Como se advertirá, en los hechos mencionados algunos actores se repiten. Desde lo operativo se confirma que, desde hace años, Estados Unidos no aplica sus politicas intervencionistas apelando a sus marines, sino que prefiere recurrir a mercenarios y a la participación de países vecinos cómplices. Pero la trama conspirativa, que algunos analistas han denominado “Nuevo Plan Condor”, no se reduce a financistas y mercenarios.
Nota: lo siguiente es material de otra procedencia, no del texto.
"""Features: encodings, numeric preparation, calendar, lags and the target transform.

Every reference value names its source beside it: a reference library
(statsmodels, pandas, numpy), a published method (Duan 1983), or a hand
example worked in the comment. The data are simulated here; they are not
reference values themselves.
"""

from __future__ import annotations

from datetime import date

import numpy as np
import pandas as pd
import pytest
import statsmodels.formula.api as smf
from conftest import DEMO_DATA, DEMO_SPEC
from hypothesis import given, settings
from hypothesis import strategies as st

from pipeline.core.columns import PERIOD, ROW, SERIES
from pipeline.core.design import Design
from pipeline.core.errors import DataError, SpecError
from pipeline.features.calendar import FourierTerms, working_days_in_month
from pipeline.features.categorical import OneHotEncoder, OrdinalEncoder, TargetMeanEncoder
from pipeline.features.lags import with_predictions
from pipeline.features.numeric import NumericTerms
from pipeline.features.plan import plan_features
from pipeline.features.target import TargetTransform
from pipeline.models import MeanBaseline, make_model
from pipeline.models.ols import OLSModel
from pipeline.models.transformed import TransformedTargetModel
from pipeline.spec import Spec
from pipeline.stages.backtest import run_backtest
from pipeline.stages.check import CheckedData

REGIONS = ("East", "North", "West")


def make_panel(months: int = 30, regions=REGIONS, seed: int = 0, start: str = "2020-01") -> pd.DataFrame:
    """Return rows shaped as the check stage hands them on: one per region and month."""
    rng = np.random.default_rng(seed)
    rows = []
    for number, region in enumerate(regions):
        for index, period in enumerate(pd.period_range(start, periods=months, freq="M")):
            price = 5 + rng.normal(0, 0.5)
            temp = max(0.5, 10 + 6 * np.sin(2 * np.pi * period.month / 12) + rng.normal(0, 1))
            rows.append({
                "month": period.to_timestamp(), "region": region,
                "store": rng.choice(["a", "b", "c", "d"], p=[0.4, 0.3, 0.2, 0.1]),
                "price": price, "temp": temp,
                "sales": float(np.exp(4 + 0.1 * number + 0.01 * index - 0.1 * price
                                      + 0.02 * temp + rng.normal(0, 0.1))),
            })
    frame = pd.DataFrame(rows)
    frame[PERIOD] = frame["month"].dt.to_period("M")
    frame[SERIES] = frame["region"]
    frame[ROW] = np.arange(len(frame)) + 2
    return frame


def make_spec(drivers: dict | None = None, **top) -> Spec:
    """Return a spec built in memory (no file: cross-key rules are tested in tests/spec/)."""
    drivers = dict(drivers or {})
    # These tests are about the drivers' own terms: no series levels unless a test asks.
    drivers.setdefault("series_effects", {"intercepts": False})
    data = {"name": "features-test", "target": "sales",
            "input": {"file": "data.csv", "date_column": "month", "series": ["region"]},
            "drivers": drivers, "validation": {"method": "holdout", "last_periods": 6},
            "output": {"folder": "out"}, **top}
    return Spec.model_validate(data)


def fitted_plan(drivers: dict, frame: pd.DataFrame, **top):
    return plan_features(make_spec(drivers, **top), SERIES).fit(frame)


# ------------------------------------------------------------------ one-hot against statsmodels

def test_one_hot_coefficients_equal_statsmodels_treatment_coding():
    # Reference library: statsmodels' formula interface, C(region, Treatment('North')).
    frame = make_panel(months=24)
    frame["y"] = frame["sales"]
    plan = plan_features(make_spec({"numeric": ["price"],
                                    "categorical": [{"column": "region", "reference": "North"}]}),
                         SERIES).fit(frame)
    design, y = plan.training_design(frame)
    ours = OLSModel().fit(design, y).coefficient_table().set_index("term")
    reference = smf.ols("y ~ C(region, Treatment('North')) + price", data=frame).fit()
    names = {"Intercept": "intercept", "price": "price",
             "C(region, Treatment('North'))[T.East]": "region: East",
             "C(region, Treatment('North'))[T.West]": "region: West"}
    assert sorted(ours.index) == sorted(names.values())
    for theirs, term in names.items():
        assert ours.loc[term, "estimate"] == pytest.approx(reference.params[theirs], rel=1e-9)
        assert ours.loc[term, "std_error"] == pytest.approx(reference.bse[theirs], rel=1e-8)


def test_one_hot_reference_defaults_to_the_most_frequent_level():
    frame = pd.DataFrame({"c": ["b", "a", "b", "c", "a", "b"]})
    encoder = OneHotEncoder("c").fit(frame)
    assert encoder.reference_ == "b"                       # 3 rows, more than a or c
    assert encoder.get_feature_names_out() == ["c: a", "c: c"]
    tie = OneHotEncoder("c").fit(pd.DataFrame({"c": ["y", "x", "y", "x"]}))
    assert tie.reference_ == "x"                           # a tie goes to the first alphabetically


# ------------------------------------------------------------------ lags against pandas

LAG_DRIVERS = {
    "numeric": ["price"],
    "lags": [{"column": "sales", "lags": [1, 3], "rolling_means": [2, 4], "differences": [1, 12]},
             {"column": "price", "lags": [2], "rolling_means": [3], "differences": [2],
              "start_lag": 2}],
}


@pytest.mark.parametrize("with_gap", [False, True])
def test_lags_rolling_means_and_differences_equal_pandas_per_series(with_gap):
    # Reference library: pandas' groupby shift, rolling(w).mean() and diff(d) on each series,
    # laid out on the complete monthly calendar (a missing month is a missing value).
    frame = make_panel(months=30)
    if with_gap:
        frame = frame[~((frame["region"] == "North") & (frame[PERIOD] == pd.Period("2021-02", "M")))]
    frame = frame.sample(frac=1.0, random_state=3)   # rows in no particular order
    plan = fitted_plan(LAG_DRIVERS, frame)
    table = plan.feature_table(frame)
    for _region, rows in frame.groupby(SERIES):
        calendar = pd.period_range(rows[PERIOD].min(), rows[PERIOD].max(), freq="M")
        full = rows.set_index(PERIOD).reindex(calendar)
        sales, price = full["sales"], full["price"]
        expected = pd.DataFrame({
            "sales, 1 month earlier": sales.shift(1),
            "sales, 3 months earlier": sales.shift(3),
            "sales, mean of the 2 months before": sales.shift(1).rolling(2).mean(),
            "sales, mean of the 4 months before": sales.shift(1).rolling(4).mean(),
            "sales, 1 month earlier minus 2 months earlier": sales.shift(1).diff(1),
            "sales, 1 month earlier minus 13 months earlier": sales.shift(1).diff(12),
            "price, 2 months earlier": price.shift(2),
            "price, mean of months 2 to 4 earlier": price.shift(2).rolling(3).mean(),
            "price, 2 months earlier minus 4 months earlier": price.shift(2).diff(2),
        }).loc[rows[PERIOD]]
        ours = table.loc[rows.index, list(expected.columns)]
        np.testing.assert_allclose(ours.to_numpy(), expected.to_numpy(), rtol=1e-12, equal_nan=True)


def test_training_rows_whose_lags_are_unavailable_are_left_out_and_reported():
    frame = make_panel(months=24)
    plan = fitted_plan({"lags": [{"column": "sales", "lags": [12]}]}, frame)
    design, y = plan.training_design(frame)
    assert len(y) == design.matrix.shape[0] == 3 * 12      # the first 12 months of each series
    assert not np.isnan(design.matrix).any()
    assert any("36 of the 72 rows" in note and "left out of every model's fit" in note
               for note in design.notes)
    with pytest.raises(DataError, match="is not available"):
        plan.transform(frame)                              # rows to predict must have their lags


# ------------------------------------------------------------------ the origin

def test_a_target_lag_shorter_than_the_horizon_stops_with_the_key():
    frame = make_panel(months=30)
    origin = pd.Period("2021-12", "M")
    train, test = frame[frame[PERIOD] <= origin], frame[frame[PERIOD] > origin]
    plan = fitted_plan({"lags": [{"column": "sales", "lags": [12, 3]}]}, train)
    with pytest.raises(SpecError) as stopped:
        plan.transform(test)                               # 6 months ahead, lag 3
    assert stopped.value.key == "drivers.lags[0].lags[1]"
    assert "'sales, 3 months earlier' reaches past the forecast origin (2021-12)" in str(stopped.value)
    assert "at least 6 months" in str(stopped.value)
    assert "multi_step: recursive" in str(stopped.value)    # the way out, named
    plan.transform(test[test[PERIOD] <= origin + 3])       # 3 months ahead: lag 3 is known


def test_rolling_means_of_the_target_reach_from_start_lag():
    frame = make_panel(months=30)
    train = frame[frame[PERIOD] <= pd.Period("2021-12", "M")]
    plan = fitted_plan({"lags": [{"column": "sales", "rolling_means": [3]}]}, train)
    with pytest.raises(SpecError) as stopped:
        plan.transform(frame[frame[PERIOD] == pd.Period("2022-02", "M")])
    assert stopped.value.key == "drivers.lags[0].start_lag"


def test_recursive_step_reads_fed_back_predictions_as_the_targets_lags():
    frame = make_panel(months=30)
    origin = pd.Period("2021-12", "M")
    train = frame[frame[PERIOD] <= origin]
    first, second = (frame[frame[PERIOD] == origin + h] for h in (1, 2))
    plan = fitted_plan({"lags": [{"column": "sales", "lags": [1]}]}, train)
    one = plan.transform(first).matrix[:, 0]
    np.testing.assert_allclose(one, train[train[PERIOD] == origin]["sales"].to_numpy())
    with pytest.raises(SpecError):
        plan.transform(second)                             # month 2 needs month 1's target
    guesses = np.array([101.0, 202.0, 303.0])
    known = with_predictions(None, first, guesses, "sales")
    np.testing.assert_allclose(plan.transform(second, known=known).matrix[:, 0], guesses)
    # The actuals of the rows being transformed are never read, even when they are there.
    both = plan.transform(pd.concat([first, second]), known=known).matrix[:, 0]
    np.testing.assert_allclose(both[len(first):], guesses)


# ------------------------------------------------------------------ leakage

LEAKAGE_DRIVERS = {
    "numeric": [{"column": "price", "clip_quantiles": [0.05, 0.95], "standardise": True, "degree": 2},
                {"column": "temp", "missing": "median", "transform": "log1p"}],
    "categorical": [{"column": "store", "encoding": "target_mean", "smoothing": 3, "group_below": 4,
                     "unseen": "use_reference"},
                    {"column": "region", "unseen": "use_reference"}],
    "interactions": [["price", "region"]],
    "calendar": {"trend": True, "month_of_year": "fourier", "harmonics": 2, "working_days": True},
    "lags": [{"column": "sales", "lags": [6, 7], "rolling_means": [3], "differences": [1],
              "start_lag": 6},
             {"column": "price", "lags": [1, 2], "rolling_means": [2]}],
}
LEAKAGE_SPEC = make_spec(LEAKAGE_DRIVERS, target_transform="log")
LEAKAGE_PANEL = make_panel(months=30, seed=11)
LEAKAGE_PANEL.loc[LEAKAGE_PANEL.index[::7], "temp"] = np.nan   # some months lack a temperature
HORIZON = 6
También intervienen altos funcionarios como el secretario de la OEA, gobernantes de distintos países, medios monopólicos de prensa que desinforman en cadena y personajes supuestamente progresistas como la Alta ComIsionada para los Derechos Humanos de las Naciones Unidas, Michelle Bachelet.
El gobierno argentino ha actuado correctamente, disculpándose ante el gobierno y el pueblo de Bolivia. También anunciando que investigará la responsabilidad de funcionarios y distintos organismos del Estado argentino en el apoyo al golpe en Bolivia. La investigación tiene que hacerla por una cuestión de autodefensa. Si lo hace se encontrará con algunas sorpresas que lo obligarán a revisar algunas posiciones de su Cancillería y del presidente de la Cámara de Diputados, siempre muy interesado en parecer amigable con los Estados Unidos.